■ PROBLEM DESCRIPTION:
Write out again, exactly, the lines of the listing below from the first one through the one that contains "private static final double CHANGE", and no other lines.

■ DATA EXTRACT:
package throwbench.solver.benchmarks;

import java.util.List;
import java.util.Optional;
import java.util.OptionalDouble;
import java.util.concurrent.TimeUnit;
import org.openjdk.jmh.annotations.Benchmark;
import org.openjdk.jmh.annotations.BenchmarkMode;
import org.openjdk.jmh.annotations.Mode;
import org.openjdk.jmh.annotations.OutputTimeUnit;
import org.openjdk.jmh.annotations.Param;
import org.openjdk.jmh.annotations.Scope;
import org.openjdk.jmh.annotations.Setup;
import org.openjdk.jmh.annotations.State;
import throwbench.solver.chamber.ChamberCondition;
import throwbench.solver.chamber.ChamberDuty;
import throwbench.solver.chamber.ChamberState;
import throwbench.solver.chamber.ChamberVolume;
import throwbench.solver.chamber.Clearance;
import throwbench.solver.chamber.CycleAccuracy;
import throwbench.solver.chamber.FlowValves;
import throwbench.solver.chamber.LineConditions;
import throwbench.solver.chamber.PressureCurve;
import throwbench.solver.chamber.Side;
import throwbench.solver.drive.SpeedCurve;
import throwbench.solver.fluid.PerfectGas;
import throwbench.solver.machine.DutyPoint;
import throwbench.solver.machine.Machine;
import throwbench.solver.mechanism.Linkage;
import throwbench.solver.mechanism.Rotation;
import throwbench.solver.revolution.Reversal;
import throwbench.solver.revolution.Revolution;
import throwbench.solver.revolution.RunningMachine;
import throwbench.solver.revolution.RunningThrow;
import throwbench.solver.revolution.Traces;

/**
 * Flow through the valves of the booster's two chambers to a state that repeats. A: 740 rev/min, 26 and 22 cm²; B: four
 * times the areas; C: the same at 200 rev/min; D: 1200 rev/min, 0.7 times the areas, 1 to 6 bar g, clearances 10 and 12 %.
 */
@State(Scope.Thread)
@BenchmarkMode(Mode.AverageTime)
@OutputTimeUnit(TimeUnit.MICROSECONDS)
public class ValveFlowBenchmark {

    private static final double CHANGE = 1e-6;

    @Param({"A", "B", "C", "D"})
    public String valves = "A";

    private final Linkage linkage = new Linkage(0.075, 0.4, 0);
    private final PerfectGas gas = new PerfectGas(0.0272, 1.29);
    private FlowValves areas = new FlowValves(1, 1);
    private LineConditions lines = new LineConditions(1, 1, OptionalDouble.empty());
    private double speed;
    private ChamberVolume head = volume(Side.HEAD, 1);
    private ChamberVolume crank = volume(Side.CRANK, 1);
    private final Machine machine = Booster.machine("inline");
    private final RunningThrow one = Booster.running(machine, Booster.SPEED, Booster.SUCTION)
            .throwsInOrder()
            .get(0);
    private Optional<Revolution> earlier = Optional.empty();
    private int call;

    @Setup
    public void prepare() {
        double times =
                switch (valves) {
                    case "B", "C" -> 4;
                    case "D" -> 0.7;
                    default -> 1;
                };
        boolean fast = valves.equals("D");
        areas = new FlowValves(26e-4 * times, 22e-4 * times);
        double revolutionsPerMinute = fast ? 1200 : valves.equals("C") ? 200 : 740;
        speed = revolutionsPerMinute * Math.PI / 30;
        double suction = Booster.AMBIENT + (fast ? 1e5 : 4.1e5);
        double discharge = Booster.AMBIENT + (fast ? 6e5 : 11.5e5);
        lines = new LineConditions(suction, discharge, OptionalDouble.of(305.15));
        head = volume(Side.HEAD, fast ? 0.10 : 0.14);
        crank = volume(Side.CRANK, fast ? 0.12 : 0.16);
        earlier = Optional.of(revolution());
    }

    private ChamberVolume volume(Side side, double clearance) {
        double inner = side == Side.HEAD ? 0 : 0.064;
        double area = Math.PI / 4 * (0.32 * 0.32 - inner * inner);
        return new ChamberVolume(side, area, linkage.stroke(), clearance * area * linkage.stroke());
    }

    private PressureCurve solve(ChamberVolume volume, ChamberCondition condition, CycleAccuracy accuracy) {
        ChamberDuty duty = new ChamberDuty(
                linkage,
                Rotation.COUNTER_CLOCKWISE,
                volume,
                gas,
                lines,
                condition,
                speed * (1 + CHANGE * call),
                0,
                accuracy);
        return areas.solve(duty).curve().orElseThrow();
    }

    private double both(CycleAccuracy accuracy) {
        call = (call + 1) & 1023;
        return solve(head, ChamberCondition.WORKING, accuracy).inletVolumePerTurn()
                + solve(crank, ChamberCondition.WORKING, accuracy).inletVolumePerTurn();
    }

    private Revolution revolution() {
        List<PressureCurve> curves = List.of(
                solve(head, ChamberCondition.WORKING, CycleAccuracy.MAP),
                solve(crank, ChamberCondition.WORKING, CycleAccuracy.MAP));
        RunningThrow running = new RunningThrow(
                one.described(), one.body(), one.phase(), List.of(head, crank), curves, one.uncoveredArea());
        double now = speed * (1 + CHANGE * call);
        DutyPoint duty = Booster.duty(now, Booster.SUCTION);
        return Traces.of(new RunningMachine(machine, duty, List.of(running), SpeedCurve.constant(now)), 0, earlier)
                .revolution();
    }

    /** Both chambers, the rod load at the stations, the reversal duration. */
    @Benchmark
    public double mapPoint() {
        call = (call + 1) & 1023;
        return Reversal.of(Traces.rodLoad(revolution())).duration();
    }

    /** As a map needs them. */
    @Benchmark
    public double bothChambers() {
        return both(CycleAccuracy.MAP);
    }

    /** As a solution needs them. */
    @Benchmark
    public double bothChambersExact() {
        return both(CycleAccuracy.SOLVE);
    }

    /** The head end, its suction valve leaking through 3 cm². */
    @Benchmark
    public double leakingChamber() {
        call = (call + 1) & 1023;
        ChamberCondition leaking = new ChamberCondition(ChamberState.FAILED_SUCTION, 3e-4, Clearance.NONE);
        return solve(head, leaking, CycleAccuracy.SOLVE).inletVolumePerTurn();
    }
}
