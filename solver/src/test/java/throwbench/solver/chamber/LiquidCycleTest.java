package throwbench.solver.chamber;

import static org.junit.jupiter.api.Assertions.assertEquals;
import static org.junit.jupiter.api.Assertions.assertTrue;
import static throwbench.solver.chamber.LiquidChambers.WATER;
import static throwbench.solver.chamber.LiquidChambers.angleOf;
import static throwbench.solver.chamber.LiquidChambers.at;
import static throwbench.solver.chamber.LiquidChambers.duty;
import static throwbench.solver.chamber.LiquidChambers.passed;
import static throwbench.solver.chamber.LiquidChambers.solved;
import static throwbench.solver.chamber.LiquidChambers.work;

import java.util.List;
import org.junit.jupiter.api.Nested;
import org.junit.jupiter.api.Test;
import org.junit.jupiter.params.ParameterizedTest;
import org.junit.jupiter.params.provider.CsvSource;
import throwbench.solver.chamber.ValveEvent.Valve;
import throwbench.solver.fluid.Liquid;
import throwbench.solver.fluid.PerfectGas;
import throwbench.solver.mechanism.Angles;
import throwbench.solver.mechanism.Approach;
import throwbench.solver.mechanism.Linkage;
import throwbench.solver.mechanism.Rotation;
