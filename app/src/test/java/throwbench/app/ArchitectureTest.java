package throwbench.app;

import static com.tngtech.archunit.lang.syntax.ArchRuleDefinition.noClasses;
import static com.tngtech.archunit.library.dependencies.SlicesRuleDefinition.slices;

import com.tngtech.archunit.core.importer.ImportOption;
import com.tngtech.archunit.junit.AnalyzeClasses;
import com.tngtech.archunit.junit.ArchTest;
import com.tngtech.archunit.lang.ArchRule;

/** The arrows of the house, checked on the class files. */
@AnalyzeClasses(packages = "throwbench", importOptions = ImportOption.DoNotIncludeTests.class)
class ArchitectureTest {

    @ArchTest
    static final ArchRule SOLVER_KNOWS_NO_WINDOW = noClasses()
            .that()
            .resideInAPackage("throwbench.solver..")
            .should()
            .dependOnClassesThat()
            .resideInAnyPackage("javafx..", "throwbench.app..")
            .because("the command line and other programs use the solver without a display");

    @ArchTest
    static final ArchRule COMMAND_LINE_LOADS_NO_JAVAFX = noClasses()
            .that()
            .resideInAnyPackage("throwbench.app.command..")
            .should()
            .dependOnClassesThat()
            .resideInAnyPackage(
                    "javafx..",
                    "org.controlsfx..",
                    "atlantafx..",
                    "throwbench.app.bench..",
                    "throwbench.app.drawing..",
                    "throwbench.app.window..")
            .because("it starts in a fraction of the window's time, and where there is no display");

    @ArchTest
    static final ArchRule BENCH_HOLDS_NO_CONTROL = noClasses()
            .that()
            .resideInAPackage("throwbench.app.bench..")
            .should()
            .dependOnClassesThat()
            .resideInAnyPackage("javafx.scene..", "javafx.stage..", "throwbench.app.drawing..")
            .because("what is open and what the user did is tested without a window");

    @ArchTest
    static final ArchRule VIEWS_MEET_IN_BENCH_ONLY = slices().matching(
                    "throwbench.app.(linkage|strip|gauge|findings|buildsheet)..")
            .should()
            .notDependOnEachOther()
            .because("a view can then be read, changed and tested alone");

    @ArchTest
    static final ArchRule WINDOW_IS_ON_TOP = noClasses()
            .that()
            .resideInAnyPackage(
                    "throwbench.app.bench..",
                    "throwbench.app.drawing..",
                    "throwbench.app.linkage..",
                    "throwbench.app.strip..",
                    "throwbench.app.gauge..",
                    "throwbench.app.findings..",
                    "throwbench.app.buildsheet..")
            .should()
            .dependOnClassesThat()
            .resideInAPackage("throwbench.app.window..")
            .because("the window puts the parts together; the parts do not know it");

    @ArchTest
    static final ArchRule SCREEN_HAS_NO_AWT = noClasses()
            .that()
            .resideInAPackage("throwbench.app..")
            .should()
            .dependOnClassesThat()
            .resideInAnyPackage("java.awt..", "javax.swing..")
            .because("AWT beside JavaFX costs a second toolkit's start");

    @ArchTest
    static final ArchRule NO_CYCLES =
            slices().matching("throwbench.app.(*)..").should().beFreeOfCycles();
}
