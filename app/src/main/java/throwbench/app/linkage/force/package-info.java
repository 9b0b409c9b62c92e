/**
 * Force arrows of the linkage view: where they act, how long they are, how their kinds differ, and where their labels stand
 * for the whole revolution. Forces in N in throw axes, as the force on the named part; places in m in throw axes until
 * {@link throwbench.app.linkage.parts.ThrowAxes} turns them into points.
 */
@NullMarked
package throwbench.app.linkage.force;

import org.jspecify.annotations.NullMarked;
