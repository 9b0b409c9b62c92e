package throwbench.app.linkage.force;

import java.util.EnumSet;
import java.util.List;
import throwbench.app.drawing.Palette;
import throwbench.solver.revolution.Column;

/** The kinds of arrows; each has a shape of its own beside its colour and label. */
public enum ForceKind {
    /** Pressure on each chamber's piston face. */
    GAS("gas"),
    /** Inertia of all that reciprocates. */
    INERTIA("inertia"),
    /** Inertia of the connecting rod at its mass centre. */
    ROD_INERTIA("connecting rod inertia"),
    /** Gas load and inertia load together. */
    ROD("rod load"),
    /** Force of the connecting rod on the crosshead. */
    CROSSHEAD_PIN("crosshead pin"),
    /** Force of the crank pin on the connecting rod's big end. */
    CRANK_PIN("crank pin"),
    /** Force of the guide on the crosshead. */
    GUIDE("guide"),
    /** Torque that the driver must deliver to the throw. */
    TORQUE("torque");

    private final String label;

    ForceKind(String label) {
        this.label = label;
    }

    public String label() {
        return label;
    }

    /** The columns that hold it, or for the connecting rod's inertia the motion that causes it. */
    public List<Column> columns() {
        return switch (this) {
            case GAS -> List.of(Column.GAS_LOAD);
            case INERTIA -> List.of(Column.INERTIA_LOAD);
            case ROD_INERTIA -> List.of(Column.ROD_ACCELERATION);
            case ROD -> List.of(Column.ROD_LOAD);
            case CROSSHEAD_PIN -> List.of(Column.CROSSHEAD_PIN_X, Column.CROSSHEAD_PIN_Y);
            case CRANK_PIN -> List.of(Column.CRANK_PIN_X, Column.CRANK_PIN_Y);
            case GUIDE -> List.of(Column.GUIDE_FORCE);
            case TORQUE -> List.of(Column.THROW_TORQUE);
        };
    }

    /** The kinds shown at first: enough to follow the load from piston to crank, calm enough to read. */
    public static EnumSet<ForceKind> usual() {
        return EnumSet.of(GAS, INERTIA, ROD, GUIDE, CRANK_PIN, TORQUE);
    }

    public int colour(Palette palette) {
        Palette.Loads loads = palette.loads();
        return switch (this) {
            case GAS -> loads.gas();
            case INERTIA, ROD_INERTIA -> loads.inertia();
            case ROD -> loads.rod();
            case CROSSHEAD_PIN, CRANK_PIN -> loads.pin();
            case GUIDE -> loads.guide();
            case TORQUE -> loads.torque();
        };
    }
}
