package throwbench.solver.chamber;

import static org.junit.jupiter.api.Assertions.assertEquals;
import static org.junit.jupiter.api.Assertions.assertTrue;

import java.util.List;
import java.util.OptionalDouble;
import net.jqwik.api.Arbitraries;
import net.jqwik.api.Arbitrary;
import net.jqwik.api.Combinators;
import net.jqwik.api.ForAll;
import net.jqwik.api.Property;
import net.jqwik.api.Provide;
import throwbench.solver.chamber.flow.LeakyTotals;
import throwbench.solver.fluid.PerfectGas;
import throwbench.solver.mechanism.Linkage;
import throwbench.solver.mechanism.Rotation;

/** Any chamber: valves over four decades, ratios 1.05 to 8, 50 to 2000 rev/min, clearances 2 to 100 %, offset or in line. */
class ValveFlowPropertyTest {

    private static final double TEMPERATURE = 300;

    /** A chamber and its valves. */
    record Any(FlowValves valves, ChamberDuty duty) {
        double gasConstant() {
            return ((PerfectGas) duty.fluid()).gasConstant();
        }

        double k() {
            return ((PerfectGas) duty.fluid()).isentropicExponent();
        }
    }

    @Provide
    Arbitrary<Any> working() {
        return any(Arbitraries.just(ChamberState.WORKING));
    }

    @Provide
    Arbitrary<Any> leaking() {
        return any(Arbitraries.of(ChamberState.HELD_OPEN, ChamberState.FAILED_SUCTION, ChamberState.FAILED_DISCHARGE));
    }

    private static Arbitrary<Any> any(Arbitrary<ChamberState> states) {
        Arbitrary<double[]> numbers = between(0, 1).array(double[].class).ofSize(13);
        return Combinators.combine(numbers, states, Arbitraries.of(Side.class), Arbitraries.of(Rotation.class))
                .as(ValveFlowPropertyTest::build);
    }

    private static Any build(double[] x, ChamberState state, Side side, Rotation rotation) {
        double radius = 0.02 + 0.38 * x[0];
        double ratio = 1.7 + 6.3 * x[1];
        double offset = x[2] < 0.5 ? 0 : (x[2] - 0.75) * 3.6 * (ratio - 1) * radius;
        Linkage linkage = new Linkage(radius, ratio * radius, offset);
        double area = decades(1e-3, 0.3, x[3]);
        double low = decades(1e5, 5e6, x[4]);
        double high = low * (1.05 + 6.95 * x[5]);
        FlowValves valves = new FlowValves(area * decades(1e-4, 1, x[6]), area * decades(1e-4, 1, x[7]));
        ChamberDuty duty = new ChamberDuty(
                linkage,
                rotation,
                new ChamberVolume(side, area, linkage.stroke(), decades(0.02, 1, x[8]) * area * linkage.stroke()),
                new PerfectGas(decades(0.002, 0.06, x[9]), 1.05 + 0.6 * x[10]),
                new LineConditions(low, high, OptionalDouble.of(TEMPERATURE)),
                new ChamberCondition(state, area * decades(1e-4, 1, x[11]), Clearance.NONE),
                decades(50, 2000, x[12]) * Math.PI / 30,
                0);
        return new Any(valves, duty);
    }

    private static double decades(double from, double to, double share) {
        return from * Math.pow(to / from, share);
    }

    private static Arbitrary<Double> between(double least, double greatest) {
        return Arbitraries.doubles().between(least, greatest).ofScale(9).withoutEdgeCases();
    }

    @Property
    void workingValvesAlwaysSettleAndPassTheSameMass(@ForAll("working") Any any) {
        WorkingFlow flow = new WorkingFlow(any.valves(), any.duty(), any.gasConstant(), any.k(), TEMPERATURE);
        if (flow.reaches()) {
            assertTrue(flow.search(1e-8, 40), "turns " + flow.passes());
            PressureCurve curve = flow.curve(List.of());
            // sums of the flows against the energy balance; the allowance is for valves a thousand times too small
            double allowed = 1e-4 * flow.drawn() + 1e-5 * any.duty().volume().swept();
            assertEquals(flow.drawn(), flow.flowedIn(), allowed);
            double hot = curve.dischargeTemperature().orElseThrow() / TEMPERATURE;
            assertEquals(flow.drawn() * hot, flow.flowedOut(), allowed * hot);
            assertEquals(4, curve.events().size());
            sound(any, curve);
        } else {
            sound(any, FlowSample.solved(any.valves(), any.duty()));
        }
    }

    @Property(tries = 200)
    void leakingChambersAlwaysSettle(@ForAll("leaking") Any any) {
        LeakyFlow flow = new LeakyFlow(any.valves(), any.duty(), any.gasConstant(), any.k(), TEMPERATURE);
        assertTrue(flow.search(1e-8, 400), "turns " + flow.turns());
        PressureCurve curve = flow.curve(List.of());
        sound(any, curve);
        double drawn = curve.massPerTurn().orElseThrow() * any.gasConstant();
        LeakyTotals totals = flow.turn().totals();
        double scale = flow.turn().content() + totals.delivered();
        assertEquals(totals.delivered() - totals.returned(), drawn, 3e-8 * scale);
    }

    @Property(tries = 200)
    void aMapFindsNearlyTheSame(@ForAll("working") Any any) {
        ChamberDuty duty = any.duty();
        double[] exact = FlowSample.pressures(FlowSample.solved(any.valves(), duty), duty, 360);
        ChamberDuty map = duty.followed(CycleAccuracy.MAP);
        double[] found = FlowSample.pressures(FlowSample.solved(any.valves(), map), map, 360);
        double peak = FlowSample.greatest(exact);
        assertEquals(peak, FlowSample.greatest(found), 2e-3 * peak);
    }

    private static void sound(Any any, PressureCurve curve) {
        ChamberDuty duty = any.duty();
        LineConditions lines = duty.lines();
        double whole = Math.pow(duty.volume().greatest() / duty.volume().least(), any.k());
        for (double pressure : FlowSample.pressures(curve, duty, 360)) {
            assertTrue(
                    pressure > lines.suctionPressure() / whole / 1.01
                            && pressure < lines.dischargePressure() * whole * 1.01,
                    "pressure " + pressure);
        }
        ValveLossWork loss = curve.valveLossWork().orElseThrow();
        assertTrue(loss.suction() >= 0 && loss.discharge() >= 0, loss.toString());
    }
}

■ ANSWER TO THE EXERCISE:
package throwbench.solver.benchmarks;

import java.util.List;
import java.util.Optional;
import java.util.OptionalDouble;
import java.util.concurrent.TimeUnit;
import org.openjdk.jmh.annotations.Benchmark;
import org.openjdk.jmh.annotations.BenchmarkMode;
import org.openjdk.jmh.annotations.Mode;
import org.openjdk.jmh.annotations.OutputTimeUnit;
import org.openjdk.jmh.annotations.Param;
import org.openjdk.jmh.annotations.Scope;
import org.openjdk.jmh.annotations.Setup;
import org.openjdk.jmh.annotations.State;
import throwbench.solver.chamber.ChamberCondition;
import throwbench.solver.chamber.ChamberDuty;
import throwbench.solver.chamber.ChamberState;
import throwbench.solver.chamber.ChamberVolume;
import throwbench.solver.chamber.Clearance;
import throwbench.solver.chamber.CycleAccuracy;
import throwbench.solver.chamber.FlowValves;
import throwbench.solver.chamber.LineConditions;
import throwbench.solver.chamber.PressureCurve;
import throwbench.solver.chamber.Side;
import throwbench.solver.drive.SpeedCurve;
import throwbench.solver.fluid.PerfectGas;
import throwbench.solver.machine.DutyPoint;
import throwbench.solver.machine.Machine;
import throwbench.solver.mechanism.Linkage;
import throwbench.solver.mechanism.Rotation;
import throwbench.solver.revolution.Reversal;
import throwbench.solver.revolution.Revolution;
import throwbench.solver.revolution.RunningMachine;
import throwbench.solver.revolution.RunningThrow;
import throwbench.solver.revolution.Traces;

/**
 * Flow through the valves of the booster's two chambers to a state that repeats. A: 740 rev/min, 26 and 22 cm²; B: four
 * times the areas; C: the same at 200 rev/min; D: 1200 rev/min, 0.7 times the areas, 1 to 6 bar g, clearances 10 and 12 %.
 */
@State(Scope.Thread)
@BenchmarkMode(Mode.AverageTime)
@OutputTimeUnit(TimeUnit.MICROSECONDS)
public class ValveFlowBenchmark {

    private static final double CHANGE = 1e-6;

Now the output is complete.